Sabía que la pared daba a los muros exteriores de la prisión. Podría tratarse de más de un metro de muro y estaba en un segundo piso. Iba a necesitar la complicidad de otros presos, pero eso ya lo planificaría más tarde. De momento se iba a limitar a excavar; con paciencia, sin ruido, muy poco a poco…

 

Y comenzó a excavar. Cada noche, retiraba, con sumo cuidado, el mueble y, metódicamente, avanzaba con la cucharilla. Tras una o dos horas de trabajo, recogía las pequeñas cantidades de materiales excavados, las guardaba en unos hatillos, colocaba el mueble en su lugar y se dormía placidamente. Durante el día, depositaba los residuos en algunos de los contenedores o montones de residuos, esparcidos por toda la prisión.

 

Pasó una semana, un mes, varios meses… Ya podía introducir su cuerpo hasta el tórax en el agujero practicado; y el trabajo seguía y seguía.

 

Y seguía y seguía. Y él estaba tranquilo. “Si me pillan, que me pillen; veinte años son muchos; unos pocos arriba o abajo…”.

 

Una noche le pareció, ¿era posible?, que alguien excavaba justo en dirección contraria a la suya. Oía un ruido idéntico al que él hacía, y parecía que el ruido se acercaba. ¿alguien excavaba hacia el interior de la celda? “Debe de ser un efecto del cansancio”- se dijo. Y siguió.

 

Cada noche oía más cercana la excavación inversa. “¿Excavación inversa? ¿me estoy volviendo loco? “.

 

Pero cada día era más evidente, y una noche…

 

Su cucharilla chocó con otra cucharilla exactamente igual.

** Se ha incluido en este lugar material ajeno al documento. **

"""The watch over segments: drift and lifecycle decisions.

Window by window, each segment against its baseline (drift alerts with hysteresis),
the share of rows missing each feature, segments born, retired, merged and split, and
operators' names for segments. The numbers come from core; this package keeps the
bookkeeping and turns decisions into alerts."""
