def beside_reading(once, cfg: Path, drop: Path):
    """``once`` (a core anchor) with a second thread reading ``drop`` the way `shoal ingest`
    does (its frames: pyarrow's decode, the checks and the row-major copy) and hashing it,
    over and over: the model's rate while the other core does the input's other stages.
    On a machine of two cores these share the memory system and (on a virtual machine)
    perhaps the physical core: this rate is what the model thread can reach beside them."""
    import threading

    from shoal.config.loading import load_config
    from shoal.daemon.files.digest import NEW_STORE_ALGORITHM, digest_file
    from shoal.daemon.errors import Interrupted
    from shoal.daemon.files.readers import iter_frames

    settings = load_config(cfg)
    stop = threading.Event()

    def neighbour():
        while not stop.is_set():
            with open(drop, "rb") as f, contextlib.suppress(Interrupted):
                for _ in iter_frames(f, "parquet", settings, stop.is_set):
                    pass
            with open(drop, "rb") as f:
                digest_file(f, NEW_STORE_ALGORITHM)   # the hash a new state store uses

    def run() -> float:
        stop.clear()
        t = threading.Thread(target=neighbour, daemon=True)
        t.start()
        try:
            time.sleep(0.1)   # the neighbour is under way
            return once()
        finally:
            stop.set()
            t.join()
    return run


def e2e_table(rows: int = 1_000_000, big_rows: int = 10_000_000, repeats: int = 3,
              workdir: Path | None = None, covariances=("full", "diag"),
              memory: bool = True) -> dict:
    with tempfile.TemporaryDirectory(prefix="shoal-e2e-", dir=workdir) as tmp:
        tmp = Path(tmp)
        data = tmp / "data"
        data.mkdir()
        warm = write_drop(data / "warm.parquet", WARM_ROWS, seed=1)
        drops = {"parquet": write_drop(data / "drop.parquet", rows),
                 "csv": write_drop(data / "drop.csv", rows)}
        leads = {fmt: write_drop(data / f"lead.{fmt}", rows, seed=3) for fmt in drops}
        table = pq.read_table(drops["parquet"], columns=FEATURES)
        X = np.column_stack([table.column(c).to_numpy() for c in FEATURES])
        del table
        anchors_read = {"parquet": parquet_read_rate(drops["parquet"], rows),
                        "csv": csv_read_rate(drops["csv"], rows)}
        print(f"\nEnd to end: `shoal ingest` of one {rows:,}-row drop, D={N_FEATURES}, "
              f"K={N_COMPONENTS}, into a state warmed on {WARM_ROWS:,} rows "
              f"(best of {repeats}); anchors on the same rows in the same run")
        print("  each `shoal ingest` takes a lead drop of the same size and format first; "
              "e2e: rows / the measured drop's own seconds (claim to commit), an input after "
              "another as a running service meets it; first: the same for the lead, the "
              "process's first input (its cold start); wall: 2 x rows / the whole process "
              "(start-up and imports too)")
        print("  read: pyarrow streaming read of the file (ParquetFile.iter_batches / "
              "csv.open_csv, defaults); core: Mixture.learn in batches of 65,536 rows on one "
              "BLAS thread (as `shoal ingest` runs), one pass before each ingest, best of "
              f"{repeats} like the ingests; beside (Parquet): the same core pass while a "
              "second thread reads the drop as `shoal ingest` does (frames) and hashes it, "
              "over and over: the model's rate with the other core busy with the input's "
              "other stages")
        print(f"{'format':>8} {'cov':>5} {'drift+life':>10} | {'e2e rows/s':>11} "
              f"{'first rows/s':>12} {'wall rows/s':>11} {'read rows/s':>11} "
              f"{'core rows/s':>11} {'beside':>11} | {'e2e/core':>8} {'first/core':>10} "
              f"{'e2e/beside':>10} {'e2e/read':>8} {'first/read':>10} {'peak RSS':>9}")
        results = {}
        for cov in covariances:
            anchor = core_anchor(X, cov)
            for watch_drift in (False, True):
                folder = tmp / f"state-{cov}-{int(watch_drift)}"
                warmed_state(folder, cov, watch_drift, warm)
                for fmt in ("parquet", "csv"):
                    beside = beside_reading(anchor, folder / "shoal.yaml", drops[fmt]) \
                        if fmt == "parquet" else None
                    r = ingest_rate(folder, drops[fmt], rows, repeats, anchor, leads[fmt],
                                    beside)
                    read, core = anchors_read[fmt], r["core"]
                    results[(fmt, cov, watch_drift)] = dict(r, read=read)
                    near = (f"{r['beside']:>11,.0f}", f"{r['input'] / r['beside']:>10.2f}") \
                        if "beside" in r else (f"{'-':>11}", f"{'-':>10}")
                    print(f"{fmt:>8} {cov:>5} {'on' if watch_drift else 'off':>10} | "
                          f"{r['input']:>11,.0f} {r['first']:>12,.0f} {r['wall']:>11,.0f} "
                          f"{read:>11,.0f} {core:>11,.0f} {near[0]} | "
                          f"{r['input'] / core:>8.2f} {r['first'] / core:>10.2f} {near[1]} "
                          f"{r['input'] / read:>8.2f} {r['first'] / read:>10.2f} "
                          f"{r['rss_mb']:>6.0f} MB")
        print("targets: Parquet full e2e >= 0.60 x core; CSV e2e >= 0.50 x read")
        del X
        cost = watch_cost_table(rows, repeats, covariances=covariances,
                                drops={"warm": warm, "drop": drops["parquet"],
                                       "lead": leads["parquet"]}, workdir=tmp)
        peaks = memory_table(tmp, warm, drops["parquet"], rows, big_rows) if memory else None
    return {"rates": results, "cost": cost, "memory": peaks}
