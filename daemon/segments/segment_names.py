"""Operators' names for segments: ``shoal name SEGMENT "text"`` (``--clear`` to remove).

A segment id never changes meaning, so a name is kept per id: the surviving id of a
merge keeps its name, an id that retires or is absorbed keeps its name in the
history, and a new id has none until someone names it. Names live in the state
store's ``meta`` table (no schema change): ``segment_names`` holds the current name
of each id with who set it, when and why; ``segment_name_history`` every change,
oldest first. Setting a name is one short transaction, so it works beside a
running service, which reads the names again for each input (alert payloads'
``segment_name``, and the labels files' ``segment_name`` column when
``output.segment_names`` is true).
"""
from __future__ import annotations

import getpass
import json
import sqlite3
import time
from typing import Any, Iterable, Mapping

import numpy as np
import pyarrow as pa

from shoal.daemon.errors import UsageError

__all__ = ["NAMES_KEY", "HISTORY_KEY", "segment_names", "name_records", "name_history",
           "set_segment_name", "with_segment_names", "name_alerts", "labelled",
           "add_name_command"]

NAMES_KEY = "segment_names"
HISTORY_KEY = "segment_name_history"
MAX_NAME = 64


def _meta_json(db, key: str, default):
    try:
        row = db.execute("SELECT value FROM meta WHERE key = ?", (key,)).fetchone()
    except sqlite3.OperationalError:      # no meta table yet: a store never opened
        return default
    return default if row is None else json.loads(row[0])


def name_records(db) -> dict[int, dict[str, Any]]:
    """Segment id -> ``{"name", "by", "time", "note"}`` of every named segment."""
    return {int(k): v for k, v in _meta_json(db, NAMES_KEY, {}).items()}


def segment_names(db) -> dict[int, str]:
    """Segment id -> its name (named segments only)."""
    return {k: v["name"] for k, v in name_records(db).items()}


def name_history(db) -> list[dict[str, Any]]:
    return list(_meta_json(db, HISTORY_KEY, []))


def labelled(segment_id, names: Mapping[int, str]) -> str:
    """'segment 3 (defrost)' or 'segment 3'."""
    name = names.get(segment_id) if isinstance(segment_id, int) else None
    return f"segment {segment_id} ({name})" if name else f"segment {segment_id}"


def _known_segments(db) -> tuple[set[int], set[int]]:
    """(current ids from the latest history version, every id ever seen)."""
    ever = {int(s) for (s,) in db.execute("SELECT DISTINCT segment FROM segment_history")}
    row = db.execute("SELECT MAX(version) FROM segment_history WHERE event IS NULL "
                     "OR weight > 0").fetchone()
    current = set()
    if row[0] is not None:
        current = {int(s) for (s,) in db.execute(
            "SELECT segment FROM segment_history WHERE version = ? AND weight > 0", (row[0],))}
    return current, ever


def _check_name(text: str) -> str:
    name = " ".join(text.split())
    if not name:
        raise UsageError("a segment name must have at least one visible character "
                         "(use --clear to remove a name)")
    if len(name) > MAX_NAME:
        raise UsageError(f"a segment name is at most {MAX_NAME} characters, found "
                         f"{len(name)}")
    if any(ord(c) < 32 or c == "\x7f" for c in name):
        raise UsageError("a segment name cannot hold control characters")
    return name


def set_segment_name(db_path, segment: int, name: str | None, *, by: str | None = None,
                     note: str = "", now: float | None = None) -> dict[str, Any]:
    """Name ``segment`` (``name`` None: clear its name); returns the history record."""
    now = time.time() if now is None else now
    by = by or getpass.getuser()
    db = sqlite3.connect(db_path, timeout=30.0, isolation_level=None)
    try:
        db.execute("BEGIN IMMEDIATE")
        try:
            current, ever = _known_segments(db)
            if segment not in ever:
                raise UsageError(f"segment {segment} does not exist; the current segments "
                                 f"are {sorted(current) or 'none yet (warm-up)'}")
            records = name_records(db)
            if name is not None:
                name = _check_name(name)
                taken = [s for s, r in records.items() if r["name"] == name and s != segment
                         and s in current]
                if taken:
                    raise UsageError(f"segment {taken[0]} is already named {name!r}")
                records[segment] = {"name": name, "by": by, "time": now, "note": note}
            elif segment not in records:
                raise UsageError(f"segment {segment} has no name to clear")
            else:
                del records[segment]
            change = {"segment": segment, "name": name, "by": by, "time": now, "note": note}
            history = name_history(db) + [change]
            for key, value in ((NAMES_KEY, {str(k): v for k, v in sorted(records.items())}),
                               (HISTORY_KEY, history)):
                db.execute("INSERT INTO meta (key, value) VALUES (?, ?) ON CONFLICT (key) "
                           "DO UPDATE SET value = excluded.value", (key, json.dumps(value)))
            db.execute("COMMIT")
        except BaseException:
            db.execute("ROLLBACK")
            raise
    finally:
        db.close()
    return change


def with_segment_names(tables: Iterable[pa.Table], names: Mapping[int, str]):
    """Labels tables with a ``segment_name`` column after ``segment`` (null where the
    segment is null or has no name)."""
    for table in tables:
        segment = table.column("segment").to_numpy(zero_copy_only=False)
        ids = np.asarray(segment, dtype=float)
        out = [None if np.isnan(s) else names.get(int(s)) for s in ids]
        at = table.column_names.index("segment") + 1
        yield table.add_column(at, "segment_name", pa.array(out, type=pa.string()))


def name_alerts(alerts: list[tuple[str, Mapping[str, Any]]], names: Mapping[int, str]):
    """Alert payloads with ``segment_name`` (the segment's name, or null); copies, so
    the drift watch's own records are left as they were."""
    out = []
    for alert_id, payload in alerts:
        seg = payload.get("segment")
        if isinstance(seg, int) and not isinstance(seg, bool):
            payload = {**payload, "segment_name": names.get(seg)}
        out.append((alert_id, payload))
    return out


def add_name_command(cmd, with_config) -> None:
    sp = with_config(cmd("name", "give a segment a name that every view and alert shows "
                                 "(who, when and why are kept in the history)", _cmd_name))
    sp.add_argument("segment", type=int, metavar="SEGMENT", help="segment id")
    sp.add_argument("text", nargs="?", metavar="NAME", help='the name, e.g. "defrost"')
    sp.add_argument("--clear", action="store_true", help="remove the segment's name")
    sp.add_argument("--note", default="", help="why (kept in the history)")
    sp.add_argument("--by", default=None, help="who (default: the user running it)")
    sp.add_argument("--history", action="store_true",
                    help="print every naming of this segment instead")


def _cmd_name(args) -> int:
    from shoal.config import load_config
    from shoal.daemon.files.layout import Layout
    from shoal.daemon.runtime.logs import log_event, setup_logging

    settings = load_config(args.config)
    setup_logging(settings.log_level)
    layout = Layout.of(settings)
    if not layout.db.exists():
        raise UsageError(f"no state store at {layout.db} yet: nothing has been processed")
    if args.history:
        db = sqlite3.connect(f"file:{layout.db}?mode=ro", uri=True)
        try:
            for h in name_history(db):
                if h["segment"] == args.segment:
                    when = time.strftime("%Y-%m-%d %H:%M:%S UTC", time.gmtime(h["time"]))
                    what = repr(h["name"]) if h["name"] is not None else "(cleared)"
                    print(f"{when}  {what}  by {h['by']}" + (f"  {h['note']}" if h["note"]
                                                               else ""))
        finally:
            db.close()
        return 0
    if args.clear == (args.text is not None):
        raise UsageError('give either a NAME or --clear: shoal name SEGMENT "text"')
    change = set_segment_name(layout.db, args.segment, None if args.clear else args.text,
                              by=args.by, note=args.note)
    log_event("segment_named", segment=args.segment, name=change["name"], by=change["by"])
    print(f"segment {args.segment}: " + (f"named {change['name']!r}" if change["name"]
                                         else "name cleared"))
    return 0
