"""A closing window's statistics keyed for the bounds, and the details alerts read.

:func:`window_values` keys one window's statistics (every segment's, from
:func:`shoal.core.window_statistics.window_statistics`, over arrays) as
``(segment id, statistic)`` with their noise levels, as
:func:`shoal.core.drift.evaluate_bounds` takes them: a statistic that was not measured
has no key (no evidence either way), and a segment that lost most of its rows has its
shape statistics at 0 (not crossing). The per-segment details an explanation needs
are built only for the segments an alert is about. :func:`quiet_windows` tells, for
several windows at once, which have no statistic past its bound (their keying is
skipped: on a stream without drift, nearly every window).
"""
from __future__ import annotations

import math
from typing import Any

import numpy as np

from shoal.core.drift import WHOLE_MODEL
from shoal.core.window_statistics import SegmentStatistics, fit_statistics

__all__ = ["SEGMENT_STATISTICS", "SHAPE_MIN_SHARE", "feature_stat", "settings_bounds",
           "window_values", "window_fit", "quiet_windows"]

SEGMENT_STATISTICS = ("mean_shift", "spread_ratio", "weight_change", "missing_share")

SHAPE_MIN_SHARE = 0.25
"""A segment whose share of a window's rows is under this fraction of its baseline
weight is not measured for mean, spread or feature shifts in that window (it counts
as not crossing): the few rows it still takes are mostly its neighbours' tails. Its
``weight_change`` says what happened."""


def feature_stat(name: str) -> str:
    """The statistic name of one feature's mean shift."""
    return f"feature_shift[{name}]"


def settings_bounds(drift, features, segment_ids) -> dict:
    """The bound of every statistic (keys ``statistic``) and of every overridden
    (segment, statistic) pair of ``segment_ids``, from the ``drift`` settings'
    ``bounds`` and ``overrides`` (spread_ratio on its log scale, as it is evaluated)."""
    b = drift.bounds
    out: dict[Any, float] = {}

    def put(key, stat, value):
        if value is None:
            return
        out[key] = math.log(value) if stat == "spread_ratio" else float(value)

    for stat in SEGMENT_STATISTICS + ("fit_drop",):
        put(stat, stat, getattr(b, stat))
    for f in features:
        put(feature_stat(f), "feature_shift", b.feature_shift)
    for o in drift.overrides:       # feature-wide first, then segment-specific
        if o.segment is None and o.feature is not None:
            put(feature_stat(o.feature), "feature_shift", o.feature_shift)
    for o in drift.overrides:
        if o.segment is None or o.segment not in segment_ids:
            continue
        for stat in SEGMENT_STATISTICS:
            put((o.segment, stat), stat, getattr(o, stat))
        feats = [o.feature] if o.feature is not None else features
        for f in feats:
            put((o.segment, feature_stat(f)), "feature_shift", o.feature_shift)
    return out


def window_fit(ref, win: dict):
    """``fit_drop``, its noise and the window's mean log-density (or None)."""
    return fit_statistics(ref.log_density, win["n"], win["ld"], win["ld2"])


def quiet_windows(stats: SegmentStatistics, fits, bounds: dict, ids, features, *,
                  feature_shift: bool, noise_multiple: float) -> np.ndarray:
    """Which of ``W`` windows have no statistic that crosses its bound (a value past it
    and past ``noise_multiple`` times its noise), from their statistics (``W * K``
    rows, :func:`shoal.core.window_statistics.window_statistics`), their
    :func:`window_fit` and the bounds (keyed as :meth:`DriftMonitor.bounds`). A
    quiet window changes no bound state that holds no entry."""
    K = len(ids)
    W = len(fits)

    def bound_of(stat):
        return np.array([np.nan if b is None else b for b in
                         (bounds.get((sid, stat), bounds.get(stat)) for sid in ids)])

    def crossing(value, level, bound):
        with np.errstate(invalid="ignore"):
            return (value > bound) & (value > noise_multiple * level)

    loud = np.zeros((W, K), dtype=bool)
    for stat, value, level in (("weight_change", stats.weight_change, stats.weight_noise),
                               ("missing_share", stats.missing_share, stats.missing_noise),
                               ("mean_shift", stats.mean_shift, stats.mean_shift_noise),
                               ("spread_ratio", stats.spread, stats.spread_noise)):
        loud |= crossing(value.reshape(W, K), level.reshape(W, K), bound_of(stat))
    if feature_shift and stats.feature_shift is not None:
        d = len(features)
        fb = np.stack([bound_of(feature_stat(f)) for f in features], axis=1)
        loud |= crossing(stats.feature_shift.reshape(W, K, d),
                         stats.feature_noise.reshape(W, K, d), fb).any(axis=2)
    quiet = ~loud.any(axis=1)
    fit_bound = bounds.get((WHOLE_MODEL, "fit_drop"), bounds.get("fit_drop"))
    if fit_bound is not None:
        for w, fit in enumerate(fits):
            if fit is not None and fit[0] > fit_bound and fit[0] > noise_multiple * fit[1]:
                quiet[w] = False
    return quiet


def window_values(win: dict, ref, stats: SegmentStatistics, fit, features, *,
                  feature_shift: bool):
    """``(values, noise, detail)`` of one closing window.

    ``win`` is the window's record, ``ref`` the baseline, ``stats`` the window's
    statistics (rows in the baseline's order of segment ids) and ``fit`` its
    :func:`window_fit`."""
    ids = ref.ids.tolist()
    values, noise = {}, {}
    shape = ["mean_shift", "spread_ratio"]
    if feature_shift:
        shape += [feature_stat(f) for f in features]
    for k, sid in enumerate(ids):
        values[(sid, "weight_change")] = float(stats.weight_change[k])
        noise[(sid, "weight_change")] = float(stats.weight_noise[k])
        if stats.low[k]:
            for stat in shape:
                values[(sid, stat)], noise[(sid, stat)] = 0.0, 0.0
    _put(values, noise, ids, "missing_share", stats.missing_share, stats.missing_noise)
    _put(values, noise, ids, "mean_shift", stats.mean_shift, stats.mean_shift_noise)
    _put(values, noise, ids, "spread_ratio", stats.spread, stats.spread_noise)
    if feature_shift:
        for j, f in enumerate(features):
            _put(values, noise, ids, feature_stat(f), stats.feature_shift[:, j],
                 stats.feature_noise[:, j])
    detail = _Details(ids, ref.weights, stats)
    if fit is not None:
        values[(WHOLE_MODEL, "fit_drop")], noise[(WHOLE_MODEL, "fit_drop")], mean_ld = fit
        u = win["unusual"]
        detail[WHOLE_MODEL] = {"mean_log_density": mean_ld, "n": win["n"], "unusual": u["n"],
                               "unusual_mean": None if not u["n"] else
                               np.asarray(win["center"]) + np.asarray(u["sum"]) / u["n"],
                               "unusual_by_segment": u["by_segment"]}
    return values, noise, detail


def _put(values: dict, noise: dict, ids, stat: str, value: np.ndarray,
         level: np.ndarray) -> None:
    """``values``/``noise`` of ``stat`` for the segments where it was measured."""
    for k in np.flatnonzero(~np.isnan(value)).tolist():
        values[(ids[k], stat)] = float(value[k])
        noise[(ids[k], stat)] = float(level[k])


class _Details(dict):
    """Per segment id: what the explanations need of a window (share, effective rows,
    mean, covariance, Hotelling's T^2, missing shares), built only for the segments an
    alert is about."""

    def __init__(self, ids, weights, stats):
        super().__init__()
        self._at = {sid: k for k, sid in enumerate(ids)}
        self._weights = weights
        self._stats = stats

    def get(self, seg, default=None):
        if seg in self or seg not in self._at:
            return super().get(seg, default)
        k, s = self._at[seg], self._stats
        info = {"share": float(s.share[k]), "baseline_weight": float(self._weights[k]),
                "n_eff": 0.0}
        if s.seen[k]:
            info.update(n_eff=float(s.n_eff[k]), mean=s.means[k], cov=s.covs[k],
                        t2=float(s.t2[k]))
        if s.missing[k]:
            j = int(s.missing_feature[k])
            info["missing"] = {"feature": j, "share": float(s.missing_shares[k, j]),
                               "baseline_share": float(s.missing_baseline[k, j]),
                               "shares": s.missing_shares[k].tolist()}
        self[seg] = info
        return info
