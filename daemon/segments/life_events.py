"""Lifecycle events: segment-history entries, alert payloads and log lines.

Each birth, retirement, merge and split becomes an event (kept in the segment history,
in the data's units) and an alert (``kind: lifecycle``, severity ``warning``) whose id
names the event and the segment: ids are never reused, so the pair names one cause.
"""
from __future__ import annotations

import hashlib
import json
import logging

from dataclasses import replace

import numpy as np

from shoal.daemon.model.transforming import feature_centres, history_units
from shoal.daemon.runtime.logs import log_event
from shoal.daemon.segments.drift_alerts import PAYLOAD_SCHEMA_VERSION
from shoal.daemon.state.store import HistoryRow

__all__ = ["lifecycle_alert_id", "describe", "lifecycle_event", "history_with_events",
           "log_lifecycle_alerts"]


def lifecycle_alert_id(event: str, segment: int) -> str:
    """Ids are never reused, so an event and a segment id name one cause."""
    cause = json.dumps([event, int(segment)])
    return "segment-" + hashlib.sha256(cause.encode()).hexdigest()[:20]


def _fmt(x: float) -> str:
    return f"{x:.4g}"


def describe(features, transforms, mean, sd) -> str:
    """A segment's mean and spread per feature (a transformed feature: its median and
    central 68% interval in the data's units)."""
    t = transforms
    back = {} if t is None or t.identity else feature_centres(t, features, mean, sd)
    return ", ".join(
        f"{f} {_fmt(back[f]['median'])} [{_fmt(back[f]['interval'][0])}, "
        f"{_fmt(back[f]['interval'][1])}]" if f in back else f"{f} {_fmt(m)}±{_fmt(s)}"
        for f, m, s in zip(features, mean, sd))

def lifecycle_event(life, kind: str, sid: int, n: int, *, weight, mean, spread, summary,
                    **more) -> None:
    """Record an event of ``life`` (a LifeWatch) at learned row ``n``: its segment-history
    entry and its alert (``kind: lifecycle``)."""
    row = life.state["offset"] + n
    mean, spread = history_units(life.transforms, mean, spread)   # the data's units
    event = {"event": kind, "segment": int(sid), "row": int(row),
             "weight": float(weight), "mean": np.asarray(mean).tolist(),
             "spread": np.asarray(spread).tolist(), **more}
    life.events.append(event)
    payload = {
        "schema_version": PAYLOAD_SCHEMA_VERSION,
        "id": lifecycle_alert_id(kind, sid),
        "kind": "lifecycle",
        "status": kind,
        "severity": "warning",
        "segment": int(sid),
        "statistic": "segments",
        "model_version": {"first": life.version, "last": life.version},
        "rows": {"first": int(row), "last": int(row)},
        "inputs": [life.file] if life.file else [],
        "explanation": {"summary": summary,
                        "mean": dict(zip(life.features, event["mean"])),
                        "spread": dict(zip(life.features, event["spread"])),
                        "weight": event["weight"],
                        **{k: v for k, v in more.items()}},
    }
    life.alerts.append((f"{payload['id']}.{kind}", payload))

def history_with_events(events: list[dict], rows: list[HistoryRow]) -> list[HistoryRow]:
    """The segment history of this version with the events marked; a segment that
    left gets a row of its own (weight 0, its last mean and spread)."""
    notes: dict[int, list[str]] = {}
    last: dict[int, dict] = {}
    for e in events:
        text = {"born": "born", "retired": "retired",
                "merged": f"merged into {e.get('into')}",
                "split": f"split, part {e.get('new')} new"}[e["event"]]
        notes.setdefault(e["segment"], []).append(f"{text} at row {e['row']}")
        if e["event"] == "merged":
            notes.setdefault(e["into"], []).append(
                f"absorbed {e['segment']} at row {e['row']}")
        if e["event"] == "split":
            notes.setdefault(e["new"], []).append(
                f"split from {e['segment']} at row {e['row']}")
        last[e["segment"]] = e
    out = []
    for r in rows:
        if r.segment in notes:
            r = replace(r, event="; ".join(notes.pop(r.segment)))
        out.append(r)
    for sid in sorted(notes):
        e = last.get(sid)
        if e is None:
            continue
        out.append(HistoryRow(segment=sid, weight=0.0, rows=0, mean=e["mean"],
                              spread=e["spread"], event="; ".join(notes[sid])))
    return out

def log_lifecycle_alerts(alerts, model_version: int) -> None:
    """One log line per event; called once they are committed."""
    for _, payload in alerts:
        log_event(f"segment_{payload['status']}", logging.INFO, id=payload["id"],
                  segment=payload["segment"], model_version=model_version,
                  row=payload["rows"]["first"],
                  summary=payload["explanation"]["summary"])
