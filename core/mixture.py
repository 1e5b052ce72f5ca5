"""The Gaussian mixture kept as sufficient statistics, scored and updated stepwise.

Units. Rows arrive in the data's own units ``x``. The mixture works in standardised
units ``z = (x - center) / scale`` with ``center`` and ``scale`` frozen at warm-up,
so that second moments kept about that pivot do not lose precision when the data sit
far from zero. ``log p(x) = log p(z) - sum(log scale)``; means and covariances are
reported back in data units by :meth:`Mixture.data_means` and friends.

State. Per component ``k``: ``s0[k]`` (share of mass), ``s1[k]`` (mass-weighted mean
of z) and ``s2[k]`` (mass-weighted second moment of z: matrix, diagonal or scalar),
all running averages over the stream. Parameters (weights, means, covariances,
precision Cholesky factors) are derived from the statistics at every global multiple
of ``refresh_rows`` learned rows. Rows between two refreshes are scored with the same
parameters whatever the file boundaries, so the same stream cut into different files
ends in the same model.
"""

from __future__ import annotations

from dataclasses import dataclass, field, replace
from functools import cached_property, wraps

import numpy as np

from . import fused, missing
from .missing import Gaps
from .covariance import (
    COVARIANCE_TYPES,
    FAMILIES,
    LOG_2PI,
    non_positive_variance,
    not_positive_definite,
)
from .errors import ModelError
from .schedule import StepSchedule

__all__ = ["Mixture", "Scores", "FORMAT_VERSION"]

FORMAT_VERSION = 1
BLOCK_ROWS = 2048  # rows scored at once: the (K*D, rows) intermediate stays in cache
FUSED_ROWS = 1024  # rows per block on the compiled path: its (K*D, rows) whitened block stays in L2
LINEAR_ROWS = 4096  # the same for diag and spherical (no whitened block: fewer, longer calls)
SPAN_ROWS = 8192   # rows whose design matrix is kept for the moments (score-only paths)
_TINY = 10.0 * np.finfo(np.float64).eps
_DESIGN_KIND = {"full": 0, "diag": 1, "spherical": 2}   # core/_kernels.c design()
_PARAMETERS = frozenset({"weights", "means", "covariances", "prec_chol", "log_det"})
_NOT_FINITE = "X contains NaN or infinite values; drop or mark those rows first"


# ------------------------------------------------------ rows with missing features
class _MissingValues(ModelError):
    """Raised inside the complete-row paths when a row holds NaN; the public methods
    catch it and start again with the rows' gaps filled and marked (:func:`_gap_aware`).
    A ModelError, so that a path that does not handle gaps refuses them as before."""


def _not_finite(X) -> ModelError:
    """The error for rows with a non-finite value: :func:`_gap_aware` looks for NaN."""
    return _MissingValues(_NOT_FINITE)


def _gap_aware(always_fill=False):
    """Run the method on complete rows as it is (no extra pass over them); if a row has
    a missing feature, run it again with ``_gaps`` saying where. Both paths read the
    NaN and mend the rows' design themselves, block by block; with ``always_fill`` the
    method gets a copy filled at the centre."""
    def decorate(method):
        @wraps(method)
        def wrapper(self, X, *args, _gaps=None, **kwargs):
            if _gaps is not None:
                return method(self, X, *args, _gaps=_gaps, **kwargs)
            try:
                return method(self, X, *args, **kwargs)
            except _MissingValues:
                X = self._rows(X, check=False)
                gaps = missing.find(X, fused.kernels() if fused.enabled() else None)
                if gaps is None:        # nothing missing: only overflowing sums
                    raise ModelError(_NOT_FINITE) from None
                if always_fill:
                    X = missing.fill(X, self.center, gaps)
                return method(self, X, *args, _gaps=gaps, **kwargs)
        return wrapper
    return decorate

Al principio, los dos pequeños utensilios quedaron inmóviles. Unos segundos, quizá un minuto… Luego las dos cucharillas empezaron a agrandar el agujero de conexión. Con idénticos movimientos, a la misma velocidad, al mismo ritmo.

 

Se abrió un boquete de la extensión de su cara… y, al otro lado, vio su propio rostro, ¡la cara aterrada de Ernesto Estévez!; y detrás de ella, con dificultad, vio su propia celda. Al fondo estaban los barrotes de entrada a la celda; y allí estaba el guardia nocturno observando el meritorio resultado de la excavación.